Lentiviral plasmids and transduction of DRG neurons:

To produce lentiviral particles, HEK293T cells were transfected with plasmids expressing vesicular stomatitis viral G protein, the lentivral packaging plasmid psPAX2, a lentiviral expression plasmid derived from the FUGW backbone (ubiquitin promoter) or pLentiX (U6 promoter for CRISPR). Media containing lentiviral particles was collected, briefly centrifuged to remove debris, and supernatant applied to DRG neurons. For CRISPR studies, lentivirus containing sgRNAs were applied on days in vitro zero (DIV0, same day as spotting). For knockdown studies, shRNAs from the RNAi consortium were from at Sigma (MKK4: TRCN0000345130, MKK7: TRCN000012609) and previously validated in Walker et al 2017. For CRISPR/Cas9 studies, sgRNA sequences are as follows (scrambled #1: CGTCGCCGGCGAATTGACGG; scrambled #2 CGCGGCAGCCGGTAGCTATG; DLK #1: GTCGTATGTGATTAGCATGC, DLK #2: AGAGAGGGAATTGCTCAGGT, DLK #3: GGATTTTTTTAGGCGAGAGC, LZK #1 GGTCACGGTGTATAATCTTG LZK #2 TTCCCAATGATATTCCACAC). Loss of target protein is described in Summers et al 2018. Lentivirus for each sgRNA were prepared and added to neuron culture. SgRNAs targeting the same gene (or scrambled control) were added together.

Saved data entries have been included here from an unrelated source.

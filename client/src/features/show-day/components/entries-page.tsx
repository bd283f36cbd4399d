import { useMemo, useState } from 'react';
import { Link, useParams } from 'react-router-dom';
import { createColumnHelper, flexRender, getCoreRowModel, useReactTable, type SortingState } from '@tanstack/react-table';
import { ENTRY_STATUSES, ENTRY_STATUS_LABELS } from '@shared/constants';
import { formatMoney } from '@shared/calc/money';
import { formatInZone } from '@shared/calc/time-zone';
import { waitingListWords } from '@shared/words';
import { PAYMENT_ISSUE_SHORT_LABEL, PAYMENT_STATE_LABELS, type EntryTableQuery, type EntryTableRow, type EntryTableSort } from '@shared/schemas/show-day';
import { useShow } from '../api/get-show';
import { entryTableParams, useEntryTable } from '../api/list-entry-table';
import { PageHeader } from '@client/components/ui/page-header';
import { EmptyState, ErrorState, LoadingState } from '@client/components/ui/states';
import { Button } from '@client/components/ui/button';
import { EntryDetail } from './entry-detail';
import { NumberedCardsPanel } from './numbered-cards-panel';
import { MoneyTotalsPanel } from './money-totals-panel';

const column = createColumnHelper<EntryTableRow>();
const PAGE_SIZE = 50;

/** The organiser's entries table: paging, sort, filter and search all happen on the server. */
export function EntriesPage() {
  const eventId = Number(useParams().id);
  const show = useShow(eventId);
  const [sorting, setSorting] = useState<SortingState>([{ id: 'number', desc: false }]);
  const [filters, setFilters] = useState<{ classId: string; status: string; q: string }>({ classId: '', status: '', q: '' });
  const [page, setPage] = useState(1);
  const [openId, setOpenId] = useState<number | null>(null);
  const query: EntryTableQuery = {
    page,
    pageSize: PAGE_SIZE,
    sort: (sorting[0]?.id ?? 'number') as EntryTableSort,
    dir: sorting[0]?.desc ? 'desc' : 'asc',
    classId: filters.classId ? Number(filters.classId) : undefined,
    status: (filters.status || undefined) as EntryTableQuery['status'],
    q: filters.q || undefined,
  };
  const table = useEntryTable(eventId, query);
  const timeZone = show.data?.timeZone ?? 'UTC';

  const columns = useMemo(
    () => [
      column.accessor('number', { id: 'number', header: 'No.', cell: (c) => c.getValue() ?? '—' }),
      column.accessor('buildTitle', {
        id: 'title',
        header: 'Build',
        cell: (c) => (
          <button type="button" className="min-h-11 text-left font-semibold underline underline-offset-4" onClick={() => setOpenId(c.row.original.id)}>
            {c.getValue()}
          </button>
        ),
      }),
      column.accessor('ownerName', { id: 'owner', header: 'Entrant' }),
      column.accessor('className', { id: 'class', header: 'Class' }),
      column.accessor('status', { id: 'status', header: 'Status', cell: (c) => ENTRY_STATUS_LABELS[c.getValue()] }),
      column.accessor('payment', {
        header: 'Payment',
        enableSorting: false,
        cell: (c) => {
          const r = c.row.original;
          const label = PAYMENT_STATE_LABELS[c.getValue()];
          const text = c.getValue() === 'refund_due' ? `${label} ${formatMoney(r.refundDue ?? 0, r.currency)}` : label;
          return r.paymentIssues.length ? <>{text} <strong className="text-danger">· {PAYMENT_ISSUE_SHORT_LABEL}</strong></> : text;
        },
      }),
      column.accessor('checkedInAt', { header: 'Arrived', enableSorting: false, cell: (c) => (c.getValue() ? formatInZone(c.getValue()!, timeZone, { timeStyle: 'short' }) : '') }), // on the show's clock
      column.accessor('waitingPosition', { header: 'Waiting', enableSorting: false, cell: (c) => waitingListWords(c.row.original, timeZone) }),
    ],
    [timeZone],
  );
  const rt = useReactTable({
    data: table.data?.rows ?? [],
    columns,
    manualSorting: true,
    manualPagination: true,
    manualFiltering: true,
    pageCount: table.data?.pageCount ?? 1,
    state: { sorting },
    onSortingChange: (u) => {
      setSorting(u);
      setPage(1);
    },
    getCoreRowModel: getCoreRowModel(),
  });
  const setFilter = (k: keyof typeof filters, v: string) => {
    setFilters((f) => ({ ...f, [k]: v }));
    setPage(1);
  };
  const csvHref = `/api/events/${eventId}/entries.csv?${entryTableParams({ sort: query.sort, dir: query.dir, classId: query.classId, status: query.status, q: query.q })}`;
  const open = table.data?.rows.find((r) => r.id === openId) ?? null;

  return (
    <div>
      <PageHeader title={`Entries${show.data ? ` · ${show.data.name}` : ''}`}>
        Every entry with its payment and arrival. Open a build to change its class, mark it paid, move it up or withdraw it; each change is kept in its history.{' '}
        <Link className="underline" to={`/gate/${eventId}`}>Gate</Link>
      </PageHeader>
      <MoneyTotalsPanel eventId={eventId} />
      {show.data ? <NumberedCardsPanel eventId={eventId} classes={show.data.classes} /> : null}
      <div className="mb-4 flex flex-wrap items-end gap-3">
        <label className="flex flex-col gap-1">
          <span className="text-sm font-semibold">Search</span>
          <input type="search" aria-label="Search entries" placeholder="Title, entrant, e-mail or number" value={filters.q} onChange={(e) => setFilter('q', e.target.value)} className="min-h-11 w-72 border border-rule bg-white px-3" />
        </label>
        <label className="flex flex-col gap-1">
          <span className="text-sm font-semibold">Class</span>
          <select aria-label="Class" value={filters.classId} onChange={(e) => setFilter('classId', e.target.value)} className="min-h-11 border border-rule bg-white px-2">
            <option value="">All classes</option>
            {show.data?.classes.map((c) => <option key={c.id} value={c.id}>{c.name}</option>)}
          </select>
        </label>
        <label className="flex flex-col gap-1">
          <span className="text-sm font-semibold">Status</span>
          <select aria-label="Status" value={filters.status} onChange={(e) => setFilter('status', e.target.value)} className="min-h-11 border border-rule bg-white px-2">
            <option value="">All statuses</option>
            {ENTRY_STATUSES.map((s) => <option key={s} value={s}>{ENTRY_STATUS_LABELS[s]}</option>)}
          </select>
        </label>
        <a href={csvHref} download className="inline-flex min-h-11 items-center border-2 border-ink px-4 font-display uppercase tracking-wide hover:bg-ink hover:text-paper">Export CSV</a>
      </div>
      {table.isPending ? <LoadingState label="Loading entries…" /> : null}
      {table.error ? <ErrorState error={table.error} onRetry={() => void table.refetch()} /> : null}
      {table.data && table.data.total === 0 ? <EmptyState title="No entries match">Clear the search or the filters.</EmptyState> : null}
      {table.data && table.data.total > 0 ? (
        <>
          <div className="overflow-x-auto border border-rule bg-white">
            <table className="w-full text-left tabular-nums">
              <thead className="border-b border-rule">
                {rt.getHeaderGroups().map((hg) => (
                  <tr key={hg.id}>
                    {hg.headers.map((h) => {
                      const sorted = h.column.getIsSorted();
                      return (
                        <th key={h.id} scope="col" aria-sort={sorted ? (sorted === 'asc' ? 'ascending' : 'descending') : undefined} className="px-3 py-2 font-display text-sm uppercase tracking-wide">
                          {h.column.getCanSort() ? (
                            <button type="button" className="min-h-11 uppercase" onClick={h.column.getToggleSortingHandler()}>
                              {flexRender(h.column.columnDef.header, h.getContext())}
                              {sorted ? (sorted === 'asc' ? ' ▲' : ' ▼') : ''}
                            </button>
                          ) : (
                            flexRender(h.column.columnDef.header, h.getContext())
                          )}
                        </th>
                      );
                    })}
                  </tr>
                ))}
              </thead>
              <tbody>
                {rt.getRowModel().rows.map((row) => (
                  <tr key={row.id} className="border-b border-rule last:border-0">
                    {row.getVisibleCells().map((cell) => (
                      <td key={cell.id} className="px-3 py-1">{flexRender(cell.column.columnDef.cell, cell.getContext())}</td>
                    ))}
                  </tr>
                ))}
              </tbody>
            </table>
          </div>
          <div className="mt-3 flex items-center gap-3">
            <Button variant="secondary" disabled={page <= 1} onClick={() => setPage((p) => p - 1)}>Previous</Button>
            <span className="tabular-nums">Page {table.data.page} of {table.data.pageCount} · {table.data.total} entries</span>
            <Button variant="secondary" disabled={page >= table.data.pageCount} onClick={() => setPage((p) => p + 1)}>Next</Button>
          </div>
        </>
      ) : null}
      {open && show.data ? <EntryDetail eventId={eventId} row={open} classes={show.data.classes} timeZone={show.data.timeZone} onClose={() => setOpenId(null)} /> : null}
    </div>
  );
}
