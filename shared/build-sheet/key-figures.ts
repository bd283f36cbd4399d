// Which figure a build shows, and how firm it is: the one rule every screen and card reads
// (My builds, the editor, the public page, its JSON twin and the cards), so none can disagree.
import { CalcInputError, convert, cornerWeights, displacement, formatNumber, formatQuantity, parseUnit, powerToWeight, preferredUnit, type QuantityKind, type Unit, type UnitSystem } from '../calc';
import type { DynoRunCreateInput, PublicBuild, WeighInCreateInput } from '../schemas/build';
import type { Sections } from '../schemas/build-sections';
import type { FigureInput } from '../schemas/figure';
import { CARD_FIGURES, CARD_FIGURE_LABELS, type CardFigureKey, type KeyFigure } from '../schemas/card';

type Provenance = FigureInput['provenance'];
const RANK: Record<Provenance, number> = { measured: 0, estimated: 1, target: 2 };
/** A figure worked out from others is only as firm as the weakest of them. */
const weakest = (...ps: Provenance[]): Provenance => ps.reduce((a, b) => (RANK[b] > RANK[a] ? b : a), 'measured');

function both(kind: QuantityKind, value: number, unit: Unit, decimals?: Partial<Record<UnitSystem, number>>, override?: Partial<Record<UnitSystem, Unit>>) {
  const side = (system: UnitSystem) => {
    const to = (override?.[system] ?? preferredUnit(kind, system)) as never;
    const v = convert(kind, value, unit as never, to);
    const d = decimals?.[system];
    return { value: v, unit: to as string, text: formatQuantity({ value: v, unit: to }, d === undefined ? {} : { decimals: d }) };
  };
  return { metric: side('metric'), imperial: side('imperial'), uk: side('uk') };
}

/** A figure the build shows: the firmest candidate, with what it is ("at the wheels", "weighed"). */
export type ShownFigure = { figure: FigureInput; note?: string; at?: 'wheel' | 'flywheel' };
type Candidate = ShownFigure;

/** What the rule reads: the same few parts of the public build, the owner's build or the editor's drafts. */
export type FigureSource = {
  sections: Sections;
  weight?: FigureInput | null | undefined;
  dynoRuns: ReadonlyArray<Pick<DynoRunCreateInput, 'date' | 'measuredAt' | 'powerUnit' | 'torqueUnit' | 'peakPower' | 'peakTorque'>>;
  weighIns: ReadonlyArray<Pick<WeighInCreateInput, 'date' | 'unit' | 'leftFront' | 'rightFront' | 'leftRear' | 'rightRear' | 'withDriver'>>;
};

/** Measured beats estimated beats target; among equals the first listed wins. */
const firmest = (cands: Array<Candidate | null | undefined>) =>
  cands.filter((c): c is Candidate => Boolean(c)).sort((a, b) => RANK[a.figure.provenance] - RANK[b.figure.provenance])[0];

/** The newest record by date; among records of one day, the one listed first (the server lists newest first). */
const newest = <T extends { date: string }>(list: ReadonlyArray<T>): T | undefined => list.reduce<T | undefined>((best, r) => (!best || r.date > best.date ? r : best), undefined);

/** A weigh-in's total, to a tenth: the figure a weigh-in gives the build, applied or not. */
export const weighedTotal = (w: FigureSource['weighIns'][number]) => Math.round(cornerWeights(w).total * 10) / 10;

function powerCandidate(b: FigureSource): Candidate | undefined {
  const e = b.sections.engine;
  const dyno = newest(b.dynoRuns);
  return firmest([
    e?.flywheelPower ? { figure: e.flywheelPower, at: 'flywheel' } : null,
    e?.wheelPower ? { figure: e.wheelPower, note: 'at the wheels', at: 'wheel' } : null,
    dyno ? { figure: { value: dyno.peakPower, unit: dyno.powerUnit, provenance: 'measured', measuredOn: dyno.date }, note: dyno.measuredAt === 'wheel' ? 'at the wheels, on the dyno' : 'on the dyno', at: dyno.measuredAt } : null,
  ]);
}

function torqueCandidate(b: FigureSource): Candidate | undefined {
  const e = b.sections.engine;
  const dyno = newest(b.dynoRuns);
  return firmest([
    e?.flywheelTorque ? { figure: e.flywheelTorque, at: 'flywheel' } : null,
    e?.wheelTorque ? { figure: e.wheelTorque, note: 'at the wheels', at: 'wheel' } : null,
    dyno ? { figure: { value: dyno.peakTorque, unit: dyno.torqueUnit, provenance: 'measured', measuredOn: dyno.date }, note: dyno.measuredAt === 'wheel' ? 'at the wheels, on the dyno' : 'on the dyno', at: dyno.measuredAt } : null,
  ]);
}

function weightCandidate(b: FigureSource): Candidate | undefined {
  const w = newest(b.weighIns);
  const weighed = w ? { figure: { value: weighedTotal(w), unit: w.unit, provenance: 'measured' as const, measuredOn: w.date }, note: w.withDriver ? 'weighed with driver' : 'weighed' } : null;
  return firmest([b.weight ? { figure: b.weight } : null, weighed]);
}

function displacementCandidate(s: Sections): Candidate | undefined {
  const e = s.engine;
  if (e?.displacement) return { figure: e.displacement };
  if (e?.bore && e.stroke && e.cylinders) {
    const bore = convert('length', e.bore.value, parseUnit('length', e.bore.unit) ?? 'mm', 'mm');
    const stroke = convert('length', e.stroke.value, parseUnit('length', e.stroke.unit) ?? 'mm', 'mm');
    let d: ReturnType<typeof displacement>;
    try {
      d = displacement({ bore, stroke, unit: 'mm', cylinders: e.cylinders });
    } catch (err) {
      // A half-typed draft in the editor (a zero bore) has no displacement yet, not a crash.
      if (err instanceof CalcInputError) return undefined;
      throw err;
    }
    return { figure: { value: d.cm3, unit: 'cm3', provenance: weakest(e.bore.provenance, e.stroke.provenance) }, note: 'from bore and stroke' };
  }
  return undefined;
}

/**
 * Which power, torque, weight and displacement a build shows, in the units they were given: the
 * one rule behind My builds, the editor's numbers, the public page, its JSON and the cards.
 */
export function shownFigures(b: FigureSource): { power?: ShownFigure; torque?: ShownFigure; weight?: ShownFigure; displacement?: ShownFigure } {
  const found = { power: powerCandidate(b), torque: torqueCandidate(b), weight: weightCandidate(b), displacement: displacementCandidate(b.sections) };
  return Object.fromEntries(Object.entries(found).filter(([, f]) => f)) as ReturnType<typeof shownFigures>;
}

/** The largest JPEG of the build's photo that backs a measured figure, if it is one of the build's photos. */
function evidenceUrlOf(b: PublicBuild, c: Candidate): string | undefined {
  const id = c.figure.provenance === 'measured' ? c.figure.evidencePhotoId : undefined;
  const photo = id ? b.photos.find((p) => p.id === id) : undefined;
  return photo?.sources[photo.sources.length - 1]?.jpeg;
}

function keyFigure(b: PublicBuild, key: CardFigureKey, kind: QuantityKind, c: Candidate | undefined, opts: { decimals?: Partial<Record<UnitSystem, number>>; units?: Partial<Record<UnitSystem, Unit>> } = {}): KeyFigure | null {
  if (!c) return null;
  const evidenceUrl = evidenceUrlOf(b, c);
  const unit = parseUnit(kind, c.figure.unit);
  if (!unit) return null;
  return {
    key,
    label: CARD_FIGURE_LABELS[key],
    provenance: c.figure.provenance,
    ...(c.figure.measuredOn ? { measuredOn: c.figure.measuredOn } : {}),
    ...(evidenceUrl ? { evidenceUrl } : {}),
    ...(c.note ? { note: c.note } : {}),
    ...both(kind, c.figure.value, unit, opts.decimals, opts.units),
  };
}

/** The headline figures of a build in both unit systems, in card order. */
export function computeKeyFigures(b: PublicBuild): KeyFigure[] {
  const { power, torque, weight, displacement: volume } = shownFigures(b);
  const out: Array<KeyFigure | null> = [
    keyFigure(b, 'power', 'power', power),
    keyFigure(b, 'torque', 'torque', torque),
    keyFigure(b, 'weight', 'mass', weight),
  ];
  if (power && weight) {
    const pu = parseUnit('power', power.figure.unit);
    const mu = parseUnit('mass', weight.figure.unit);
    if (pu && mu && power.figure.value > 0 && weight.figure.value > 0) {
      const r = powerToWeight({ value: power.figure.value, unit: pu }, { value: weight.figure.value, unit: mu });
      out.push({
        key: 'powerToWeight',
        label: CARD_FIGURE_LABELS.powerToWeight,
        provenance: weakest(power.figure.provenance, weight.figure.provenance),
        ...(power.at === 'wheel' ? { note: 'with power at the wheels' } : {}),
        metric: { value: r.wPerKg, unit: 'kW/t', text: `${formatNumber(r.wPerKg)}\u00a0kW/t` },
        imperial: { value: r.lbPerHp, unit: 'lb/hp', text: `${formatNumber(r.lbPerHp, { decimals: 1 })}\u00a0lb/hp` },
        // hp per tonne, as British print gives it: 1 hp = 745.699872 W (NIST SP 811, appendix B.9).
        uk: { value: r.wPerKg / 0.745699872, unit: 'hp/t', text: `${formatNumber(r.wPerKg / 0.745699872, { decimals: 0 })}\u00a0hp/t` },
      });
    }
  }
  out.push(keyFigure(b, 'displacement', 'volume', volume, { units: { metric: 'L', imperial: 'in3', uk: 'L' }, decimals: { metric: 1, imperial: 0, uk: 1 } }));
  return out.filter((f): f is KeyFigure => f !== null);
}

/** The headline figures this build can print, in the card's order: the default offer in the card designer. */
export function availableFigures(b: PublicBuild): CardFigureKey[] {
  const have = new Set(computeKeyFigures(b).map((f) => f.key));
  return CARD_FIGURES.filter((key) => have.has(key));
}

Measurement of axon degeneration:

Axon degeneration was measured as previously described [53], For axotomy studies, DRG neurons were seeded in 96-well plates. On DIV 7 or 8, axons were manually severed with a razor blade and the degeneration of disconnected axon segments was monitored. For studies with pharmacological agents (vincristine, oligomycin, etc), the degeneration of distal axons was monitored after drug application. Brightfield images of injured axons were acquired with an Operetta automated imager (PerkinElmer, Waltham MA). For an experimental replicate, at least three wells were assessed per condition. Within each well, at least six independent fields were collected. For timecourse studies, the same axon fields were imaged during the experimental timeseries. Axon degeneration is quantified from an ImageJ macro [53] that scores the appearance of fragmented/circular axon segments within each individual image. For example images shown in figures, DRG neurons are seeded in a 48-well plate and otherwise treated in an identical manner as studies in 96-well plates. Distal axons were imaged under phase contrast at the indicated time point.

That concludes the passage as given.